Тетя молча заплакала. Андрис потер лысину и жалобно сказал:
— Вот не могу на мокрость смотреть. Пойду соседей предупрежу, Тиденбергам и Циганику точно нужно сказать, а потом я на завод. Заедут, заберут вас. Хватит плакать, Эльзе, в Риге люди опытные, помогут.
Положили младших спать, начали укладываться. Серега помогал вещи увязывать, рекомендовал больше детской одежи брать – с ее размерами всегда сложно, с остальным-то точно на месте помогут. Совет был неглупый. Дом, да и соседние, проснулись, перекликались голоса, одалживали бечевку и мешки. Понятно, эвакуироваться далеко не все решились, но столько лет вместе прожито, как соседям не помочь. Тетя Эльза, думающая закопать «воскресный» кофейный сервиз в угольной яме, передала посуду на хранение старой подруге и слегка подуспокоилась.
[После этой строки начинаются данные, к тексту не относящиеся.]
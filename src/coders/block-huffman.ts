import { InputError } from '../errors/errors.ts';
import { type BlockReader, blockDecoder, shippedBlockReader } from './block-huffman-decoder.ts';
import { BlockWords, fitBlocks, messageEncoder, unitEncoder } from './block-huffman-encoder.ts';
import { blockFiller } from './block-huffman-filler.ts';
import { MOST_NGRAMS, ngramSpace } from './block-huffman-ngrams.ts';
import { priceBlocks } from './block-huffman-price.ts';
import { blockTables, blockTrainer, describeBlocks } from './block-huffman-tables.ts';
import type { Coder, CoderEntry, Declaration, Setup, Tables } from './contract.ts';
import { blockCosts } from './cost-blocks.ts';
import { blockOperations } from './cost-blocks-operations.ts';
import { PREFIX_WINDOW_BYTES } from './cost-prefix.ts';
import { sentBlockCosts, sentBlockOperations } from './cost-sent-prefix.ts';
import { symbolWidth } from './fixed.ts';
import type { ParameterValues } from './parameters.ts';

const declaration: Declaration = {
  name: 'block-huffman',
  summary: 'Each block of n symbols as one word of a canonical code of least mean length.',
  parameters: [
    { key: 'n', kind: 'integer', min: 1, max: 4, summary: 'Symbols in a block.' },
    {
      key: 'maxbits',
      kind: 'integer',
      min: 1,
      max: 32,
      standard: 24,
      summary: 'Longest code word, in bits.',
    },
  ],
  policies: ['shipped', 'sent'],
  resets: ['message', 'file', 'never'],
  needsWholeMessage: false,
  reference: false,
  maxAlphabetSize: 2 ** 24,
  worstCase:
    'an escape of maxbits bits and n · ⌈log2 m⌉ bits for each block; a whole table with sent ones',
  memory: `about 100 bytes a distinct block, at most ${MOST_NGRAMS} of them; 12 bytes a symbol`,
  source:
    'D. A. Huffman, Proc. IRE 40(9), 1952; blocks: C. E. Shannon, Bell Syst. Tech. J. 27, 1948, s. 9',
};

/**
 * Huffman coding of non-overlapping blocks of n symbols, from the first symbol of each message on.
 * The last r < n symbols of a message are coded singly with a second code.
 *
 * `shipped`: a block never trained is an escape, then its n symbols in ⌈log2 m⌉ bits each; the
 * second code gives each symbol count + 1/2. `sent`: each table stands in the first message that
 * needs it (under reset `message` in each), before its words: no last symbols, no second table.
 */
export const blockHuffman: CoderEntry = { declaration, create: (values) => createBlock(values) };

function createBlock(values: ParameterValues): Coder {
  const n = Number(values['n']);
  const maxBits = Number(values['maxbits']);
  // Shipped tables are made once, however many units are coded with them.
  const shippedWords = new WeakMap<Tables, BlockWords>();
  const shippedReaders = new WeakMap<Tables, BlockReader>();

  function wordsOf(setup: Setup): BlockWords {
    const tables = blockTables(setup, n);
    let words = shippedWords.get(tables);
    if (words === undefined) {
      words = new BlockWords(fitBlocks(tables, setup, maxBits), n, setup.alphabetSize);
      shippedWords.set(tables, words);
    }
    return words;
  }

  function readerOf(setup: Setup): BlockReader {
    const tables = blockTables(setup, n);
    let reader = shippedReaders.get(tables);
    if (reader === undefined) {
      reader = shippedBlockReader(fitBlocks(tables, setup, maxBits), n, setup.alphabetSize);
      shippedReaders.set(tables, reader);
    }
    return reader;
  }

  return {
    declares: declaration,

    check(setup) {
      if (!declaration.policies.includes(setup.policy)) {
        throw new InputError(`block-huffman has no table policy ${setup.policy}`, {
          coder: 'block-huffman',
          expected: declaration.policies.join(', '),
        });
      }
      const { alphabetSize } = setup;
      if (
        alphabetSize > declaration.maxAlphabetSize ||
        ngramSpace(alphabetSize, n) > Number.MAX_SAFE_INTEGER
      ) {
        throw new InputError(`blocks of ${n} from ${alphabetSize} symbols are too many to number`, {
          coder: 'block-huffman',
          key: 'n',
          expected: `at most ${declaration.maxAlphabetSize} symbols, and fewer than 2^53 blocks`,
          got: `${alphabetSize}^${n}`,
          advice: 'Take a smaller n.',
        });
      }
      const least = symbolWidth(alphabetSize);
      if (maxBits < least) {
        throw new InputError(`${alphabetSize} symbols need words of up to ${least} bits`, {
          coder: 'block-huffman',
          key: 'maxbits',
          expected: `at least ${least}`,
          got: String(maxBits),
          advice: `Give maxbits=${least} or more.`,
        });
      }
    },

    trainer: (setup) => blockTrainer(setup, n),

    encoder(setup) {
      if (setup.policy === 'shipped')
        return unitEncoder(setup, n, wordsOf(setup), undefined, maxBits);
      if (setup.reset === 'message') return messageEncoder(setup, n, maxBits);
      const fit = fitBlocks(blockTables(setup, n), setup, maxBits);
      return unitEncoder(setup, n, new BlockWords(fit, n, setup.alphabetSize), fit, maxBits);
    },

    filler: (setup) =>
      setup.policy === 'shipped' ? blockFiller(setup, n, wordsOf(setup)) : undefined,

    decoder(setup, limits) {
      const shipped = setup.policy === 'shipped' ? readerOf(setup) : undefined;
      return blockDecoder(setup, limits, n, maxBits, shipped);
    },

    costs: (setup, _longestCodedBytes, sequence) =>
      setup.policy === 'shipped'
        ? blockCosts(fitBlocks(blockTables(setup, n), setup, maxBits), n, setup)
        : sentBlockCosts(sequence, setup, n, maxBits),

    operations: (sequence, setup) =>
      setup.policy === 'shipped'
        ? blockOperations(fitBlocks(blockTables(setup, n), setup, maxBits), n, sequence)
        : sentBlockOperations(sequence, setup, n, maxBits),

    decoderHolds: () => PREFIX_WINDOW_BYTES,

    price: (sequence, setup) => priceBlocks(sequence, setup, n),

    describeTables(tables, setup) {
      const own = blockTables({ ...setup, tables }, n);
      return describeBlocks(own, setup, fitBlocks(own, setup, maxBits), maxBits);
    },
  };
}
Янис ходил с молотком и отверткой, помогал снимать ценные часы-ходики, фотографии-портреты, сдвигать сундуки и закрывать упрямые фанерные чемоданы. Стук-грюк, слезы и ругань, вот насыщенная ночь получилась. Приходил седобородый представитель с завода, предупредил, чтоб были наготове, «транспорт ждать не будет».
Уже начало чуть светлеть небо, как все, усталые и обессиленные сборами, вперемежку – отъезжающие и остающиеся – прямо на улице сели за вытащенные на тротуар два стола. Выносили из квартир кофейники, оставшуюся не-дорожную снедь. Янис жевал бутерброд, соседи благодарили за помощь – было как-то неловко. Мужчины почти все на заводе, а тут прямо герой-упаковщик.